Do outro lado da linha estava o antigo subordinado de seu pai. Vicente guardou silêncio por um instante.
— Senhorita, finalmente decidiu me procurar.
— Quero saber quem ela é.
Ao desligar, Clarice flutuou até a janela. O dia estava prestes a amanhecer e sua alma começava a perder a nitidez. Sem o ritual, ela realmente desapareceria.
Na manhã seguinte, risadas vieram do andar de baixo. Apoiando-se no corrimão, ela desceu as escadas. Viu Dante abraçando aquela mulher no meio da sala.
— Clari! — Dante caminhou apressado em sua direção, abrindo os braços para abraçá-la. — Desculpe, ontem foi impossível me desvencilhar. Como você está? Sentiu algum desconforto?

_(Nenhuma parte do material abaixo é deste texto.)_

"""Climatological mean and covariance of a model from one long free run.

Used by 3D-Var (B = b_scale x climatological covariance), by the climatology
reference run, by the divergence rule and by fitted closures. Computed once
per model setting in a process and kept in memory (a fraction of a second
for Lorenz-96 n=40).
"""

import jax
import jax.numpy as jnp
import numpy as np

from assimbench.integrators import make_model_flow
from assimbench.models import Model

_SAMPLES: dict = {}
_MOMENTS: dict = {}


def model_key(model: Model) -> tuple:
    """A hashable key of a model's static parts and default parameters (array parameters too)."""
    params = tuple(sorted((k, tuple(np.ravel(v).tolist())) for k, v in model.params.items()))
    return (model.name, model.size, model.dt, params)


def attractor_samples(model: Model, samples: int = 20000, spacing: float = 0.1, seed: int = 0) -> np.ndarray:
    """(samples, n) states ``spacing`` apart on the attractor, after the model's spin-up from its
    first guess, with the model's default parameters (one jitted scan; cached).

    Samples 0.1 time units apart on Lorenz-96 are nearly independent (its
    decorrelation time is a few tenths; from memory).
    """
    key = (model_key(model), samples, spacing, seed)
    if key not in _SAMPLES:
        spin = make_model_flow(model, max(1, round(model.spinup_time / model.dt)))
        step = make_model_flow(model, max(1, round(spacing / model.dt)))
        params = {k: jnp.asarray(v) for k, v in model.params.items()}

        @jax.jit
        def trajectory(key):
            x0 = spin(model.first_guess(key, params), params)
            return jax.lax.scan(lambda x, _: (step(x, params),) * 2, x0, None, length=samples)[1]

        _SAMPLES[key] = np.asarray(trajectory(jax.random.PRNGKey(seed)))
    return _SAMPLES[key]


def climatology(model: Model, samples: int = 20000, spacing: float = 0.1, seed: int = 0):
    """(mean (n,), covariance (n, n)) of :func:`attractor_samples`."""
    key = (model_key(model), samples, spacing, seed)
    if key not in _MOMENTS:
        states = attractor_samples(model, samples, spacing, seed)
        _MOMENTS[key] = (states.mean(axis=0), np.cov(states, rowvar=False).reshape(model.size, model.size))
    return _MOMENTS[key]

Clarice esquivou-se. Seu olhar passou por Dante e pousou na mulher. De perto, ela parecia ainda mais jovem, no máximo uns vinte e cinco anos, pele clara e um olhar doce — o tipo de beleza gentil que os homens mais apreciam.
— Clari, esta é a Bia. Minha prima distante. Ela está grávida e, como morar sozinha no exterior seria difícil, eu a trouxe para ficar conosco por um tempo.

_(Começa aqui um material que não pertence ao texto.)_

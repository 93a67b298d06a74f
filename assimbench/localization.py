"""Localization: the Gaspari-Cohn taper and distances on the model grid.

Convention of the whole package: ``filter.radius`` is the Gaspari-Cohn
half-width c in grid units; the weight falls to zero at distance 2c.
"""

import jax.numpy as jnp
import numpy as np


def gaspari_cohn(r):
    """Gaspari & Cohn (1999, Q. J. R. Meteorol. Soc. 125, eq. 4.10) with r = |z| / c.

    0 <= r <= 1:  -r^5/4 + r^4/2 + 5 r^3/8 - 5 r^2/3 + 1
    1 <  r <  2:   r^5/12 - r^4/2 + 5 r^3/8 + 5 r^2/3 - 5 r + 4 - 2 / (3 r)
    r >= 2:        0
    Works elementwise on arrays of any shape.
    """
    r = jnp.abs(r)
    inner = (((-0.25 * r + 0.5) * r + 0.625) * r - 5.0 / 3.0) * r**2 + 1.0
    safe = jnp.where(r > 1.0, r, 2.0)  # keeps 2/(3r) finite where the branch is not used
    outer = ((((r / 12.0 - 0.5) * r + 0.625) * r + 5.0 / 3.0) * r - 5.0) * r + 4.0 - 2.0 / (3.0 * safe)
    return jnp.where(r <= 1.0, inner, jnp.where(r < 2.0, outer, 0.0))


def ring_distance(a, b, size: int):
    """Shortest distance between grid positions a and b on a ring of ``size`` points."""
    d = np.abs(np.asarray(a, dtype=np.float64) - np.asarray(b, dtype=np.float64)) % size
    return np.minimum(d, size - d)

— Prima? — ela repetiu, a voz plana.
— Sim — Dante sorriu, sem deixar brechas. — Você não vive dizendo que os empregados são desastrados? A Bia é detalhista e poderá lhe fazer companhia.
Clarice observou Beatriz. Ela sorria enquanto, inconscientemente, acariciava o ventre levemente saliente. Aquele gesto era como um punhal nos olhos de Clarice.

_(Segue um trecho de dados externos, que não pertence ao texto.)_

"""Observation operators ``h(x) -> y`` with a known output size.

The noise level is not part of the operator: it is the dynamic parameter
``observation.error_std`` (R = error_std**2 I), so one compiled program serves
every noise level of a sweep.
"""

from typing import NamedTuple

import jax
import numpy as np


class ObservationOperator(NamedTuple):
    """Select every ``stride``-th variable, starting with variable 0.

    indices: (p,) observed variable indices (static, NumPy);
    positions: (p,) grid positions of the observations, in grid units, used
    for localization distances.
    """

    indices: np.ndarray
    positions: np.ndarray
    stride: int

    def standard_noise(self, key: jax.Array, state_size: int) -> jax.Array:
        """N(0, I) noise of the observed stations, (p,).

        One draw per grid point, then the observed ones are taken: a station
        gets the same noise whichever other stations are observed, so two
        networks compared on the same seed differ only where they differ.
        """
        return jax.random.normal(key, (state_size,))[self.indices]

    @property
    def size(self) -> int:
        return int(self.indices.shape[0])

    def __call__(self, x: jax.Array) -> jax.Array:
        """y = H x for a selection H; x: (..., n) -> (..., p)."""
        # A strided slice, not a gather: XLA fuses it into its neighbours.
        return x[..., :: self.stride]


def every_kth(state_size: int, stride: int) -> ObservationOperator:
    """Observe variables 0, stride, 2 stride, ... of an ``state_size`` state."""
    if not 1 <= stride <= state_size:
        raise ValueError(f"stride must be in [1, {state_size}], got {stride}")
    indices = np.arange(0, state_size, stride)
    return ObservationOperator(indices=indices, positions=indices.astype(np.float64), stride=int(stride))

— Não precisa — Clarice afastou a mão de Dante. — Eu me viro sozinha.
— Clari...
Ela olhou diretamente para ele. — O ritual de ontem... o prazo passou.
A expressão de Dante endureceu por um segundo, mas ele recuperou a compostura rapidamente. — Eu sei. Por isso vamos agora mesmo falar com o Mestre Santos. Deve haver outro jeito.
— Eu vou com vocês — Beatriz deu um passo à frente, entrelaçando naturalmente o braço no de Dante. — Posso ajudar a cuidar da cunhada. — Ela mordeu o lábio inferior, parecendo prestativa.
Dante pensou por um momento: — Tudo bem.
Ao saírem, Dante abriu um guarda-chuva preto especial. Feito de um material técnico, ele bloqueava totalmente os raios ultravioletas. Nos últimos três anos, sempre que Clarice precisava sair, ele segurava o guarda-chuva daquela forma, protegendo-a sob as sombras. Hoje ele fez o mesmo. Mas, para Clarice, aquele guarda-chuva subitamente pareceu pesado demais.
No carro, Beatriz sentou-se no banco do passageiro, virando-se o tempo todo para conversar. — Dante, você nem dormiu direito ontem, não é? A cunhada parece tão pálida... Temos que confiar no mestre, ele dará um jeito.
Clarice fechou os olhos. Algo nas profundezas de sua alma estava esfriando, centímetro por centímetro.
O mestre vivia em uma montanha nos arredores da cidade. Após ouvir Dante, o ancião de barba branca suspirou. — O ritual foi interrompido, a alma está instável... Só resta um último recurso.
Dante apertou a mão de Clarice. — Diga!
— Daqui a sete dias teremos uma Lua de Sangue. Vá ao desfiladeiro da montanha de trás e colha a "Erva do Espírito Carmesim". Se abrirmos o altar novamente na noite da lua, ainda haverá uma chance. — O mestre olhou para Clarice. — Mas esta é a última oportunidade. Se falhar de novo...
— Eu irei agora mesmo — Dante disse sem hesitar.
Clarice, parada nas sombras, observou o perfil determinado de Dante. Se fosse antes de ontem, ela estaria emocionada. Agora, sentia apenas vontade de rir.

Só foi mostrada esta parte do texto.